(Stored data entries)
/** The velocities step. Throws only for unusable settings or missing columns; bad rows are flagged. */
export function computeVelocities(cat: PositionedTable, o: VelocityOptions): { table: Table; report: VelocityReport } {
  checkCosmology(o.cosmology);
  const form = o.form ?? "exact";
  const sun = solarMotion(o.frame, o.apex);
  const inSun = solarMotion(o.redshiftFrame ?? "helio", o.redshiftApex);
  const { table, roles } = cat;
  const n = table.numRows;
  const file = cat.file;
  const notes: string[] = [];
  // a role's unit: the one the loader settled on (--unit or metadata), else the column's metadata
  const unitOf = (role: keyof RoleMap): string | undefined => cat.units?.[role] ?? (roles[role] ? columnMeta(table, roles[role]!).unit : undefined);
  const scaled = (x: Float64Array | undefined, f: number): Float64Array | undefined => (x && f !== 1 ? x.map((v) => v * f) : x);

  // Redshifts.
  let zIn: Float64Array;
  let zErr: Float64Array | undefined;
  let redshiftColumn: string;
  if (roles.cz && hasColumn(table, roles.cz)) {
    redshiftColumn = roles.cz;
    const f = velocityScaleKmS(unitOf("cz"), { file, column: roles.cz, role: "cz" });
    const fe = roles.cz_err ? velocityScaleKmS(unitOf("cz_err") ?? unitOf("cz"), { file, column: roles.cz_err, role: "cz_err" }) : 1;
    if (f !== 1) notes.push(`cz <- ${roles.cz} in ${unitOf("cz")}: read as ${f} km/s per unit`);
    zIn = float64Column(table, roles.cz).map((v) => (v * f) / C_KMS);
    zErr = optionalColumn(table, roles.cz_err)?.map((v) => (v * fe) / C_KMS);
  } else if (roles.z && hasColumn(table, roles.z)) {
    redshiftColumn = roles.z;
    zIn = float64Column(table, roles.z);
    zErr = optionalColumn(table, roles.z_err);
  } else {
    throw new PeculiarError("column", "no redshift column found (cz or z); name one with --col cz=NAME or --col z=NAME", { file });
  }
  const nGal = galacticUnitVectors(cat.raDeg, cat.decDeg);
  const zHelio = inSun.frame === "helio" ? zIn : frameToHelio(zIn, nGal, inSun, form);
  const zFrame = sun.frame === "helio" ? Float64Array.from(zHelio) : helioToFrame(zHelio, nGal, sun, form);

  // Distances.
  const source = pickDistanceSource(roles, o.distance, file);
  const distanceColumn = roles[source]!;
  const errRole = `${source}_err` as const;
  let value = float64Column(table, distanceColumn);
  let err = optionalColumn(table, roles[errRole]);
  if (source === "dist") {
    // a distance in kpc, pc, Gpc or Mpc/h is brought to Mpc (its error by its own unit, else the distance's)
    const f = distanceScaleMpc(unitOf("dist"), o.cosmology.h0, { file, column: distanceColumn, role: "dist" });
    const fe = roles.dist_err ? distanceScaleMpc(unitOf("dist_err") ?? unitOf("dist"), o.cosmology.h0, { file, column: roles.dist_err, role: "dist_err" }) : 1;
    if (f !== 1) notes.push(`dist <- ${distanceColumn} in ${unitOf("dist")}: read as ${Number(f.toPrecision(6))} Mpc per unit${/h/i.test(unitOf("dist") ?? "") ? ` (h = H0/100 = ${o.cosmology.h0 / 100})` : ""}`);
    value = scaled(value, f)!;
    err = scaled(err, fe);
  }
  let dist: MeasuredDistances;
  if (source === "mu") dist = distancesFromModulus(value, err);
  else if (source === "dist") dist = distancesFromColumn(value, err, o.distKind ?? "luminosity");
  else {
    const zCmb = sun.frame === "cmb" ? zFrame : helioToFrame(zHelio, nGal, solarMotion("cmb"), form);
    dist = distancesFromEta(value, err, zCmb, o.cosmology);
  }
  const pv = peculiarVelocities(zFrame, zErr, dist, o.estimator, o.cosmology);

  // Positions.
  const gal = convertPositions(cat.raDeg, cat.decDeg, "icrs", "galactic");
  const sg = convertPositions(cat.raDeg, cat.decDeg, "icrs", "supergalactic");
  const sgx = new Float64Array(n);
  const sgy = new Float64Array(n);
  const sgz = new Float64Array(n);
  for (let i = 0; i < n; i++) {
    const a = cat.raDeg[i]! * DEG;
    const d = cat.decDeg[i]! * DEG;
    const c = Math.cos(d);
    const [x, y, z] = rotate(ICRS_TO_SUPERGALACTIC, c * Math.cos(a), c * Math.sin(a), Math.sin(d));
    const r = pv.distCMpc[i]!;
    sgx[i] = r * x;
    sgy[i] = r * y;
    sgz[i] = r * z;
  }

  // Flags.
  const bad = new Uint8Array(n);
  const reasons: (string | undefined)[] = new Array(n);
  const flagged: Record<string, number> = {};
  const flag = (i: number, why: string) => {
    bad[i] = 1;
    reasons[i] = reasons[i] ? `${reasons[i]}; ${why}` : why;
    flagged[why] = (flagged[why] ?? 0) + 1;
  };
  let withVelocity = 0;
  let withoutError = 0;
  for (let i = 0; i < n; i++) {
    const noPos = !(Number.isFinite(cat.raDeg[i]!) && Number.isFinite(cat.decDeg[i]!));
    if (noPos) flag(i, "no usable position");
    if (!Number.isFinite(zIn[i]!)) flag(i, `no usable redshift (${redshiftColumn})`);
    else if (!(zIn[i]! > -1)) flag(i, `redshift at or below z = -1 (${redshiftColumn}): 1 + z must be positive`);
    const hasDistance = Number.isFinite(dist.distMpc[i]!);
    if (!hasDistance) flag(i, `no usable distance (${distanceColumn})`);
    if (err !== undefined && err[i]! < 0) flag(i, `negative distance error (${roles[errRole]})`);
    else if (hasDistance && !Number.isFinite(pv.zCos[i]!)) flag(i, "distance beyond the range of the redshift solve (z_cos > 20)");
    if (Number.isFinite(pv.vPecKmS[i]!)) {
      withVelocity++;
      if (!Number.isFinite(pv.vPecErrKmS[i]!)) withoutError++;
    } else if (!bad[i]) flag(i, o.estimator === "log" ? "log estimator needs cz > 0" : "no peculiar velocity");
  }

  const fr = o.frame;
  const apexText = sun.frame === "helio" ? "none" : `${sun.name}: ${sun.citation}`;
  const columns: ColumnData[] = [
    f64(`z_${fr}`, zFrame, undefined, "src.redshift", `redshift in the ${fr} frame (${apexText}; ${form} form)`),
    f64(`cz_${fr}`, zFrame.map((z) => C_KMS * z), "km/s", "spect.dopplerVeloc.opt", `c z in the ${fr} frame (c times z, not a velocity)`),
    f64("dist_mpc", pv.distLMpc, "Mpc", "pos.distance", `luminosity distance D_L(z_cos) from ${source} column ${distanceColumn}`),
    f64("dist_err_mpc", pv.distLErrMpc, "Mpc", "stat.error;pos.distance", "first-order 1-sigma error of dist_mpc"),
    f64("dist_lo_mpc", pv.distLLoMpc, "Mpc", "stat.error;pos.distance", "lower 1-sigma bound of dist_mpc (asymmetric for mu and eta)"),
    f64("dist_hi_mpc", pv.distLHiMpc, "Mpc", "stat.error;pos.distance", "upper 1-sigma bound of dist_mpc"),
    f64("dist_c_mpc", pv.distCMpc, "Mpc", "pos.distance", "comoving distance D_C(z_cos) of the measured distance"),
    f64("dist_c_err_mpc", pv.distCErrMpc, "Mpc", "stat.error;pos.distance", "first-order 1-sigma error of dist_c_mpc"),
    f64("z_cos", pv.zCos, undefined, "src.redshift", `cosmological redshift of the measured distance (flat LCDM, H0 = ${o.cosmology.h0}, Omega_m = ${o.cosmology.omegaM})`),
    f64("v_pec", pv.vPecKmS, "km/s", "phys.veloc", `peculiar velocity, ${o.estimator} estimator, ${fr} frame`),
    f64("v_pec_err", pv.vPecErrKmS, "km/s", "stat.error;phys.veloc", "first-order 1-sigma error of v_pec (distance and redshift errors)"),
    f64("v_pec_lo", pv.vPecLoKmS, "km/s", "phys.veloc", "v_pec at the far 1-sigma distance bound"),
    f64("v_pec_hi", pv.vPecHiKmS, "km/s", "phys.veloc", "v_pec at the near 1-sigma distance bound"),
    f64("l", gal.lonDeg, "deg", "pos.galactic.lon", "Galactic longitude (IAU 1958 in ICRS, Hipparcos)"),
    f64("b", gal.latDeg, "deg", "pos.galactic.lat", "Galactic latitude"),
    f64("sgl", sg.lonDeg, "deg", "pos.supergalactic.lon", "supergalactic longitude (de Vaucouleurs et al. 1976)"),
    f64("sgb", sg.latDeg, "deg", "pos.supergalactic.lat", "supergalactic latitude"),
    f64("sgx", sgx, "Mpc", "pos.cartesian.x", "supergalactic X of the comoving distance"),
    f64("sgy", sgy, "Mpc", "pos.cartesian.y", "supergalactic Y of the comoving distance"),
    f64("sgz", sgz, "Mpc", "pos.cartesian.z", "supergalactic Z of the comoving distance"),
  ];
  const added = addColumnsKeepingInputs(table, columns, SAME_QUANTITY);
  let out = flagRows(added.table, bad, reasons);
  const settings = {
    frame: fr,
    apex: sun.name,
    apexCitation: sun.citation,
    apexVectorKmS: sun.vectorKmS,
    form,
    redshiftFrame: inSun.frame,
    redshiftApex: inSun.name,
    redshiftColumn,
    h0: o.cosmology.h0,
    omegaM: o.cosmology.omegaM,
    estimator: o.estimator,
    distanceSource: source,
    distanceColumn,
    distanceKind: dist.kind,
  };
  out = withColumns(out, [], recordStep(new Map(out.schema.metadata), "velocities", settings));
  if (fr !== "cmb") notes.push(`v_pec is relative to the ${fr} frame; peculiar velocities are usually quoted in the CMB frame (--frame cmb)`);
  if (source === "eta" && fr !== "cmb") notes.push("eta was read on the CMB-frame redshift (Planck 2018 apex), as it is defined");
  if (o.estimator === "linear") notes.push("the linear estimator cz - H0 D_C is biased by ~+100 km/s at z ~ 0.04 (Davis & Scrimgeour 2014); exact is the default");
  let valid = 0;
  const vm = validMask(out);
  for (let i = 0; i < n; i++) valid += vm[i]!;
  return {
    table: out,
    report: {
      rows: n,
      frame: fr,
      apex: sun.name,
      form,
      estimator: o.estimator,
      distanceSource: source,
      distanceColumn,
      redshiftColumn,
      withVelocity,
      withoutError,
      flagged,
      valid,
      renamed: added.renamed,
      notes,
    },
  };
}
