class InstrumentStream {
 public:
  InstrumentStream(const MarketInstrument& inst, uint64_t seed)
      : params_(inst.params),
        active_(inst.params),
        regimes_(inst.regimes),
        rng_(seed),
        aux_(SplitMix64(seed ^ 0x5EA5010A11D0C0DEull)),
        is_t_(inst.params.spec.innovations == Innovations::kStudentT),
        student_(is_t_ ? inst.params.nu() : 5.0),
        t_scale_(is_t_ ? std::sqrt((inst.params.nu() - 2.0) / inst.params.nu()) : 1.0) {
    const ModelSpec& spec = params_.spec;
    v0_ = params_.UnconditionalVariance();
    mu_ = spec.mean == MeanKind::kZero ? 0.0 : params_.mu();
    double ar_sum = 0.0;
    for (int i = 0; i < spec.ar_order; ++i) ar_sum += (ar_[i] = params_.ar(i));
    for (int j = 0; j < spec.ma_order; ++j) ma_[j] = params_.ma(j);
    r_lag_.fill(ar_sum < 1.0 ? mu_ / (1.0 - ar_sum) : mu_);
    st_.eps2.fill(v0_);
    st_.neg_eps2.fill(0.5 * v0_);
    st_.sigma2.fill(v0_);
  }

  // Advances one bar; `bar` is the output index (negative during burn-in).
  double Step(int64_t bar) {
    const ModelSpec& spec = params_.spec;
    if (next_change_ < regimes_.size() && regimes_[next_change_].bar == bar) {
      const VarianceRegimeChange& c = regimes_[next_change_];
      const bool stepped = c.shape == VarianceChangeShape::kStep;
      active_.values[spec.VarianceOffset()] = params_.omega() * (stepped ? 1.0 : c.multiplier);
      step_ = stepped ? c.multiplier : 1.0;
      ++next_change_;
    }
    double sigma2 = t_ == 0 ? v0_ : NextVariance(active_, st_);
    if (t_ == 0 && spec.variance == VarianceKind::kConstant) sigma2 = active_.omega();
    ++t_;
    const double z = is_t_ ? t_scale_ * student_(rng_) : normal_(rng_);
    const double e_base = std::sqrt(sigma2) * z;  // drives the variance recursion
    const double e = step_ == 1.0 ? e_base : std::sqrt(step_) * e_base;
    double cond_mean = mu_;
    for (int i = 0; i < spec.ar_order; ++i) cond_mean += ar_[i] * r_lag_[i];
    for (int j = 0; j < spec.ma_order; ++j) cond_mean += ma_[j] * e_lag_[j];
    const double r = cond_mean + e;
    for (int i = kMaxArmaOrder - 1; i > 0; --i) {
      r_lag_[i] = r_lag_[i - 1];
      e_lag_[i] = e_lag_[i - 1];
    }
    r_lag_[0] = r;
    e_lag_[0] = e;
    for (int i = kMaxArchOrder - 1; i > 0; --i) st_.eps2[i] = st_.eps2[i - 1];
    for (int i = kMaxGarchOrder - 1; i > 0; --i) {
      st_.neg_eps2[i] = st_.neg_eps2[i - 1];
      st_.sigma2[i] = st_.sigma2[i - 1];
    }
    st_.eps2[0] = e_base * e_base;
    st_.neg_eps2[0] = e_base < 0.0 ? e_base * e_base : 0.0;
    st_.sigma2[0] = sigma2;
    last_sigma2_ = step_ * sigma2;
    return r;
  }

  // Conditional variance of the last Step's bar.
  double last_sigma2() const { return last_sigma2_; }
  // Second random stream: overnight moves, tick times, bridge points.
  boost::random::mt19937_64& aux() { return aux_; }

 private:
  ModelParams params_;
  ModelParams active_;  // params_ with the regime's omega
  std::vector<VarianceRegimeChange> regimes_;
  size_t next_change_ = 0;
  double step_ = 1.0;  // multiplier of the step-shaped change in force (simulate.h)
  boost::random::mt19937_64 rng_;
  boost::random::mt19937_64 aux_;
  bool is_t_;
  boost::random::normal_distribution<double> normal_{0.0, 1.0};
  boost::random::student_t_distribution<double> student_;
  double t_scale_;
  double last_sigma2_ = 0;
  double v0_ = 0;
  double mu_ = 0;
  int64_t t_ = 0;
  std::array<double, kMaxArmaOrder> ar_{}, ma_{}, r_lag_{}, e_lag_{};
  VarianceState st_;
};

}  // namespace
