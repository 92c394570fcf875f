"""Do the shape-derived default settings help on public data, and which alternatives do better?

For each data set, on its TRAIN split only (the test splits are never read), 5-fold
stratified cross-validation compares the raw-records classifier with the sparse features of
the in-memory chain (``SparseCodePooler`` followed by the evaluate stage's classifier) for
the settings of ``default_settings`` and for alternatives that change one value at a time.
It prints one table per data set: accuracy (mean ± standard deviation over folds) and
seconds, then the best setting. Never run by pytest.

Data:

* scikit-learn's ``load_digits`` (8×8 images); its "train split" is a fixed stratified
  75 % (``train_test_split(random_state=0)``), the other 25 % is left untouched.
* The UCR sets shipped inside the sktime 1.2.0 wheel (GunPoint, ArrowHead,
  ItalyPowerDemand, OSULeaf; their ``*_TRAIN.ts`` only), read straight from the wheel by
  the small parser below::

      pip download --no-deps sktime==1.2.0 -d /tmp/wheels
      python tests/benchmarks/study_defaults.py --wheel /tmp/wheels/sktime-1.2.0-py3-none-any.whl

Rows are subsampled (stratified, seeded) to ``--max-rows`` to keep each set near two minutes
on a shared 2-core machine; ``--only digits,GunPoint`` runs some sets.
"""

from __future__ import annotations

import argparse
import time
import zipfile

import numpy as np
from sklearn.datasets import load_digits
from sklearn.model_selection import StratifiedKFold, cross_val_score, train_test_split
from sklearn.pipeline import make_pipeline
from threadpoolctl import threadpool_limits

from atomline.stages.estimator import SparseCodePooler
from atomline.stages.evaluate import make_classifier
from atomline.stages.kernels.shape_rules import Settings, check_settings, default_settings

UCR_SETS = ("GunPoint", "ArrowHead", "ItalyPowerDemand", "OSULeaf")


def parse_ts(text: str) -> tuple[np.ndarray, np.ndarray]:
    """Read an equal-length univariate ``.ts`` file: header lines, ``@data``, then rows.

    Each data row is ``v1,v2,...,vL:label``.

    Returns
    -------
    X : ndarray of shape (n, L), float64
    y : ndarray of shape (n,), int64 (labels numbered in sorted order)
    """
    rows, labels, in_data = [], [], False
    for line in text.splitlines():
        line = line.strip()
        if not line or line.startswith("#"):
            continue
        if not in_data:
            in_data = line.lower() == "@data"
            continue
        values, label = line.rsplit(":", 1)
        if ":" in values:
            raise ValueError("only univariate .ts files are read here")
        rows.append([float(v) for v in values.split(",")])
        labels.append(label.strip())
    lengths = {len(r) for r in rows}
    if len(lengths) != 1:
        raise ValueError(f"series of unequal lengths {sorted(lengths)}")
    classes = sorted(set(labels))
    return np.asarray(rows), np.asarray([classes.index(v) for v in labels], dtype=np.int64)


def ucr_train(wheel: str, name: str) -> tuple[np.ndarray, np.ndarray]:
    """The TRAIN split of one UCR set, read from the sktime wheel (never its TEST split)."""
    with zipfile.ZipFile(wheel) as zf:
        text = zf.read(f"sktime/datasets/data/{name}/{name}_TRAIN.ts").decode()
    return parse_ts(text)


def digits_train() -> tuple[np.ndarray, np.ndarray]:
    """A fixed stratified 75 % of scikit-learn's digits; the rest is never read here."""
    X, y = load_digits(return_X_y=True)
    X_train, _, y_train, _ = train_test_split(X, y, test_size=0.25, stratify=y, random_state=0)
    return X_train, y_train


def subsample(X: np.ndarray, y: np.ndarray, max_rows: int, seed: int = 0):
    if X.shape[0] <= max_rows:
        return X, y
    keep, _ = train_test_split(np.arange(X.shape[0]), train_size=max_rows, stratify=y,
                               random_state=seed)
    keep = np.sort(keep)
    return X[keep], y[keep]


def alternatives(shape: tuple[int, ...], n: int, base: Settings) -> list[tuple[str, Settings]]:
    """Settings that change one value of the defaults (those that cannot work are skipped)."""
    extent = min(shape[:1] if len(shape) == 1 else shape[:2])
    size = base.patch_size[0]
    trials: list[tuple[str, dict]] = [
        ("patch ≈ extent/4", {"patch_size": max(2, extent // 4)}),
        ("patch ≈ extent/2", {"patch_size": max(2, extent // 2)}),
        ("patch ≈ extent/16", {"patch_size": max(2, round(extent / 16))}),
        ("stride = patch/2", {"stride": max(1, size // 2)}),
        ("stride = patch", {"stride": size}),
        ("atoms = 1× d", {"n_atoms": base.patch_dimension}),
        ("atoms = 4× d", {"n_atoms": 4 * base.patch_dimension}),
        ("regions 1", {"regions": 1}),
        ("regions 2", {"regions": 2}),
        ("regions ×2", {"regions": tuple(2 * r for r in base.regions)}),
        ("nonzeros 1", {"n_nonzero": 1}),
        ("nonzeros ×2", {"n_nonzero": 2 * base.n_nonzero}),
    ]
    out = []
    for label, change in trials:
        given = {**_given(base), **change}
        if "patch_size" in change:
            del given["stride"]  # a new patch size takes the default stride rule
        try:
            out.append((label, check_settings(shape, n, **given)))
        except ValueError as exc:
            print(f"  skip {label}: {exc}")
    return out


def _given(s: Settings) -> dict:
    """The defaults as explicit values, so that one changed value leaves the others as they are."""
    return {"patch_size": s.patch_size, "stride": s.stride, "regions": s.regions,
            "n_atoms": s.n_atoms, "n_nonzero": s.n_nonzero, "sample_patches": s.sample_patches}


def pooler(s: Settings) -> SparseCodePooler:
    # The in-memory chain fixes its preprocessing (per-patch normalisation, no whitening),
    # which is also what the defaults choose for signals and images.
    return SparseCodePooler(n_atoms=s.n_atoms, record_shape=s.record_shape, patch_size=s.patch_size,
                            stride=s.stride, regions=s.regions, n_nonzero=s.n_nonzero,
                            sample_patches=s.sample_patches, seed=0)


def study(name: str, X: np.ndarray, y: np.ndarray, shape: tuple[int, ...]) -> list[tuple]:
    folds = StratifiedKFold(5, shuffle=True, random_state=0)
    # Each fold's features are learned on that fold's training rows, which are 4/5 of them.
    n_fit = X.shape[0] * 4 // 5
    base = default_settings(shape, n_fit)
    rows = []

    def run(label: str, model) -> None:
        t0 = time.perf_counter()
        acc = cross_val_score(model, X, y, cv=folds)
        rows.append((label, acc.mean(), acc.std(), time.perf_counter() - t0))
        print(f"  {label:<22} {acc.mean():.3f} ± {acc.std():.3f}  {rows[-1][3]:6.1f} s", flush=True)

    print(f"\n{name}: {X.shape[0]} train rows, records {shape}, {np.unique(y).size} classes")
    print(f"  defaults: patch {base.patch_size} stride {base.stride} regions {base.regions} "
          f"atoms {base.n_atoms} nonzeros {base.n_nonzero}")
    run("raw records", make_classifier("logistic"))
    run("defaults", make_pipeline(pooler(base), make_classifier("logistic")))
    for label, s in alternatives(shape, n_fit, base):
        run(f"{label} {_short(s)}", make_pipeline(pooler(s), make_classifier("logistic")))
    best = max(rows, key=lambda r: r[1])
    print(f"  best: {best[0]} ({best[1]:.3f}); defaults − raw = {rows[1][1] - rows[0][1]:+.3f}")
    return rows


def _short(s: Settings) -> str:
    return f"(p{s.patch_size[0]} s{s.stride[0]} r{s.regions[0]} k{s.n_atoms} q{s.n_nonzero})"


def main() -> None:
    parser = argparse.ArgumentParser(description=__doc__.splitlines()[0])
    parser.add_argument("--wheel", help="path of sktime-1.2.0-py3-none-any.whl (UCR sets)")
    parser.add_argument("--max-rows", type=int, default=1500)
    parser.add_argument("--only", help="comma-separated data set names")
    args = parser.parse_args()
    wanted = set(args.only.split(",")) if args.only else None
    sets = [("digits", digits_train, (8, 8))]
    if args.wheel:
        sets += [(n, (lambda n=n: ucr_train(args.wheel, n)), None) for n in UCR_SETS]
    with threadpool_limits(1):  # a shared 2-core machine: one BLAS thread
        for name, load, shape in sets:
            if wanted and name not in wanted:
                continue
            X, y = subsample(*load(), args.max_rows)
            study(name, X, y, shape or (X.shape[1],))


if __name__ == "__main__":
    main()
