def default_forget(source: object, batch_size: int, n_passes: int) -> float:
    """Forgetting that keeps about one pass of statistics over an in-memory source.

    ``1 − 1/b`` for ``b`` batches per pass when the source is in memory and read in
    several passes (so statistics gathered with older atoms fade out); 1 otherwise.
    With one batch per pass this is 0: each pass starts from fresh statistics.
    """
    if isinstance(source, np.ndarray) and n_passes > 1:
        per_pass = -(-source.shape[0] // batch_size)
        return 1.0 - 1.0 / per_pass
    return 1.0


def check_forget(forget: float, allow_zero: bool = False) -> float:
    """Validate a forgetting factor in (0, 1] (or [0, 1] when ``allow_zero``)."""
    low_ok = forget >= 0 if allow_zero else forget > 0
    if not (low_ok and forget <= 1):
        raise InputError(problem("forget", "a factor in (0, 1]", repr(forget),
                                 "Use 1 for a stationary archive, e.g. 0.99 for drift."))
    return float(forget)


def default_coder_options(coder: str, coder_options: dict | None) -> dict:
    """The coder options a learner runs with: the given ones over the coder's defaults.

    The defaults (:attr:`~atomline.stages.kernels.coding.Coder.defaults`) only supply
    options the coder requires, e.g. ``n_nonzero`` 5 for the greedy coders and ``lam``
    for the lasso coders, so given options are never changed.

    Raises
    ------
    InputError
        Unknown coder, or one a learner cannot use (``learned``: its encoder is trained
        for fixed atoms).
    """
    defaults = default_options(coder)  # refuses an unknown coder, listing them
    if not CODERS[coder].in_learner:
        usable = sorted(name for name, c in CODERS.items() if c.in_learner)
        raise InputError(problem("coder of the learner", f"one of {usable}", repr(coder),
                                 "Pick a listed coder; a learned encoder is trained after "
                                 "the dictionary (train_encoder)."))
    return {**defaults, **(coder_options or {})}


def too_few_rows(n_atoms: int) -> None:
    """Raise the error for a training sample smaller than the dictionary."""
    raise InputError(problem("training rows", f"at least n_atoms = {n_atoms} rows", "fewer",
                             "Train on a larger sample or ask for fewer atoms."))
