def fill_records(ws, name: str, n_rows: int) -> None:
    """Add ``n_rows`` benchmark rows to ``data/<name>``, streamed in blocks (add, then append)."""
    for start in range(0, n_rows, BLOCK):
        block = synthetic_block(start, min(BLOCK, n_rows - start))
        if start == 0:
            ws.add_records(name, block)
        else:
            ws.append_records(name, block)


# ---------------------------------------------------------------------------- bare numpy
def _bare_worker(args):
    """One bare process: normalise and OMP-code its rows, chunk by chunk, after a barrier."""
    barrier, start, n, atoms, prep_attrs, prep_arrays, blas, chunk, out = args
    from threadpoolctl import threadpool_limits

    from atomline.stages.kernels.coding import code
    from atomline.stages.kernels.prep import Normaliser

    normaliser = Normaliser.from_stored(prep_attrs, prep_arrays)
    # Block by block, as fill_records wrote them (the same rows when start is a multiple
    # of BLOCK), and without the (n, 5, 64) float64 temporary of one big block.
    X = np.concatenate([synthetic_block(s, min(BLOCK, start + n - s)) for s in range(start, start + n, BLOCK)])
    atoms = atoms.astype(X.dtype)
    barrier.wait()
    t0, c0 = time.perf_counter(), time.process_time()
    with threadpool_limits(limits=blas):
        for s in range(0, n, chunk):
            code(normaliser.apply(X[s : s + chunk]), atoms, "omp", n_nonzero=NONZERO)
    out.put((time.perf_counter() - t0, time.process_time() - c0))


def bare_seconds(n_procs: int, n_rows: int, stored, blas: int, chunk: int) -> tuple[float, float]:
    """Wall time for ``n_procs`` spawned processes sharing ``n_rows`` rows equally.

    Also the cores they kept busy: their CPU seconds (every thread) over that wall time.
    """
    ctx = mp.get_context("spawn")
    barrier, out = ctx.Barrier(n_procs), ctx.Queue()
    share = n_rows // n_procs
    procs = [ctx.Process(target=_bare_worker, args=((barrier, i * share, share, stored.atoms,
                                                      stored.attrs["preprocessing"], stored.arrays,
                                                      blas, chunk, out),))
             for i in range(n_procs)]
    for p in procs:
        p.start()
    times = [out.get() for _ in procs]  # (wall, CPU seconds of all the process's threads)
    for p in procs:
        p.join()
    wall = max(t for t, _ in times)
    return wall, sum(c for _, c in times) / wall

What you need to do — Using the data above, reproduce exactly the lines between those holding "redshiftColumn = roles.z;" and "dist = distancesFromEta(value, err, zCmb, o.cosmology);", inclusive, and no others.

Reply —
    redshiftColumn = roles.z;
    zIn = float64Column(table, roles.z);
    zErr = optionalColumn(table, roles.z_err);
  } else {
    throw new PeculiarError("column", "no redshift column found (cz or z); name one with --col cz=NAME or --col z=NAME", { file });
  }
  const nGal = galacticUnitVectors(cat.raDeg, cat.decDeg);
  const zHelio = inSun.frame === "helio" ? zIn : frameToHelio(zIn, nGal, inSun, form);
  const zFrame = sun.frame === "helio" ? Float64Array.from(zHelio) : helioToFrame(zHelio, nGal, sun, form);

  // Distances.
  const source = pickDistanceSource(roles, o.distance, file);
  const distanceColumn = roles[source]!;
  const errRole = `${source}_err` as const;
  let value = float64Column(table, distanceColumn);
  let err = optionalColumn(table, roles[errRole]);
  if (source === "dist") {
    // a distance in kpc, pc, Gpc or Mpc/h is brought to Mpc (its error by its own unit, else the distance's)
    const f = distanceScaleMpc(unitOf("dist"), o.cosmology.h0, { file, column: distanceColumn, role: "dist" });
    const fe = roles.dist_err ? distanceScaleMpc(unitOf("dist_err") ?? unitOf("dist"), o.cosmology.h0, { file, column: roles.dist_err, role: "dist_err" }) : 1;
    if (f !== 1) notes.push(`dist <- ${distanceColumn} in ${unitOf("dist")}: read as ${Number(f.toPrecision(6))} Mpc per unit${/h/i.test(unitOf("dist") ?? "") ? ` (h = H0/100 = ${o.cosmology.h0 / 100})` : ""}`);
    value = scaled(value, f)!;
    err = scaled(err, fe);
  }
  let dist: MeasuredDistances;
  if (source === "mu") dist = distancesFromModulus(value, err);
  else if (source === "dist") dist = distancesFromColumn(value, err, o.distKind ?? "luminosity");
  else {
    const zCmb = sun.frame === "cmb" ? zFrame : helioToFrame(zHelio, nGal, solarMotion("cmb"), form);
    dist = distancesFromEta(value, err, zCmb, o.cosmology);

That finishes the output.